Increased drought is forecasted for tropical regions, with severe implications for the health and function of forest ecosystems. How mature forest trees will respond to water deficit is poorly known. ...We investigated wood anatomy and leaf traits in lowland tropical forest trees after 24 months of experimental rainfall exclusion. Sampling sun‐exposed young canopy branches from target species, we found species‐specific systematic variation in hydraulic‐related wood anatomy and leaf traits in response to drought stress. Relative to controls, drought‐affected individuals of different tree species variously exhibited trait measures consistent with increasing hydraulic safety. These included narrower or less vessels, reduced vessel groupings, lower theoretical water conductivities, less water storage tissue and more abundant fiber in their wood, and more occluded vessels.

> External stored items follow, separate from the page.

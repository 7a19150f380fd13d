package main

import (
	"fyne.io/fyne/v2"
	"fyne.io/fyne/v2/container"
	"fyne.io/fyne/v2/dialog"
	"fyne.io/fyne/v2/widget"
)

// caution is shown in the About box and at the end of the guide.
const caution = "Simulation results are research aids, not clinical or dosing advice. " +
	"Decisions about treatment or dosing rest with qualified professionals and local regulations."

// guide is the short guide to writing models, in Markdown.
const guide = `## Equations

Write each reaction in chemical notation, one per row:

* ` + "`A + 2 B -> C`" + ` — one A and two B make one C (irreversible).
* ` + "`E + S <=> ES`" + ` — reversible binding; ` + "`⇌`" + ` works too.
* ` + "`-> X`" + ` — X is made from nothing (a source, e.g. constant synthesis).
* ` + "`X ->`" + ` — X is removed (degradation or outflow).

A coefficient may be written with or without a space (` + "`2 B`" + ` or ` + "`2B`" + `).
Names start with a letter or _ and contain letters, digits and _.
If an equation names species that are not declared yet, the form offers
to declare them in one click.

## Rate laws

* **Mass action** — rate = k · product of the reactants (each to the power of
  its coefficient). A reversible reaction also has a reverse constant:
  ` + "`rate = k·[reactants] − k_reverse·[products]`" + `.
* **Michaelis–Menten** — for one substrate S: ` + "`rate = Vmax·S/(Km + S)`" + `, or with
  an explicit enzyme E: ` + "`rate = kcat·E·S/(Km + S)`" + `.
* **Custom expression** — any formula of species, parameters and time.
  For a reversible reaction it is the net rate.

Each rate field takes a number (0.5, 1e-3) or the name of a parameter.

## Expressions

Operators ` + "`+ - * / ^`" + ` and parentheses; numbers such as 2, 0.5, 1e-3;
functions ` + "`exp`, `log` (natural), `log10`, `sqrt`, `abs`, `min(a, b)`, `max(a, b)`, `pow(a, b)`" + `;
` + "`t`" + ` is time. Example: ` + "`Vmax*S^n/(K^n + S^n)`" + `.

## Compartments

A species' concentration is per volume of its own compartment. A reaction's
rate is per volume of the compartment of its first reactant (of its first
product when it has no reactants); a species in another compartment changes
by that rate times the ratio of the two volumes. With no compartments, every
species lives in one compartment of volume 1.

## Exploring

* **Sliders** (the panel under the plot): add a slider for a parameter, an
  initial concentration or a volume and drag it; the model re-runs as you
  move. Nothing in the model changes until you press Write into model.
* **Run ▸ Sweep…** runs the model for a range of values of one quantity (or a
  grid of two) and plots the curves and readouts against the value.
* **Run ▸ Population…** draws many individuals from the distributions you
  give and shows the median with 25–75 % and 5–95 % bands. Failed samples are
  listed with their values and the reason.
* Readouts are read off the output grid with straight lines between points:
  value at a time, maximum and minimum (and when), final value, area under
  the curve (trapezoids), and the first time a level is crossed.

## Analysing

* **Analyse ▸ Steady state** finds where the model settles from its initial
  state (conserved totals kept, held species held, events left out) and
  says whether it is stable: stable node or focus, saddle, unstable,
  marginal, with the slowest time scale. When there is none it says why: a
  species that keeps growing, or oscillations that do not die down.
* **Analyse ▸ Control coefficients** gives, at that steady state, how each
  flux and concentration responds to each reaction's rate and to each
  parameter (scaled: a 1 % change gives a C % change).
* **Analyse ▸ Continuation…** follows the steady state as one quantity
  changes, marking folds (the state turns back: a switch) and Hopf points
  (oscillations begin); stable parts are solid, unstable parts dashed. The
  Dose–response tab fits a Hill curve (EC50 or IC50, Hill coefficient).
* **Analyse ▸ Global sensitivity…** varies uncertain quantities together
  and ranks them by the share of a readout's variance they cause
  (first-order and total indices with intervals), or screens them by their
  elementary effects.

## Caution

` + caution + `
`

// showHelp opens the guide in its own window.
func (w *mainWindow) showHelp() {
	hw := w.app.NewWindow("Writing equations and rate laws — Kinetarium")
	rt := widget.NewRichTextFromMarkdown(guide)
	rt.Wrapping = fyne.TextWrapWord
	hw.SetContent(container.NewVScroll(container.NewPadded(rt)))
	hw.Resize(fyne.NewSize(640, 720))
	hw.Show()
}

// showAbout shows what the program is, with the caution.
func (w *mainWindow) showAbout() {
	l := widget.NewLabel("Kinetarium drafts and simulates chemical and biochemical reaction networks.\n\n" + caution)
	l.Wrapping = fyne.TextWrapWord
	d := dialog.NewCustom("About Kinetarium", "Close", container.NewGridWrap(fyne.NewSize(460, 160), l), w.win)
	d.Show()
}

Drought‐affected individuals also had thinner leaves, and more negative pre‐dawn or mid‐day leaf water potentials. Future studies examining both wood and leaf hydraulic traits should improve the representation of plant hydraulics within terrestrial ecosystem and biosphere models, and help fine‐tune predictions of how future climate changes will affect tropical forests globally.
Understanding how tropical rainforest trees will respond to climate change is important given worrisome projection drought events in tropical regions. We found that mature tropical trees can modify their water transport mechanisms when exposed to drought, at least in the short term. These results allow us to highlight complexities for understanding plant responses to climate change.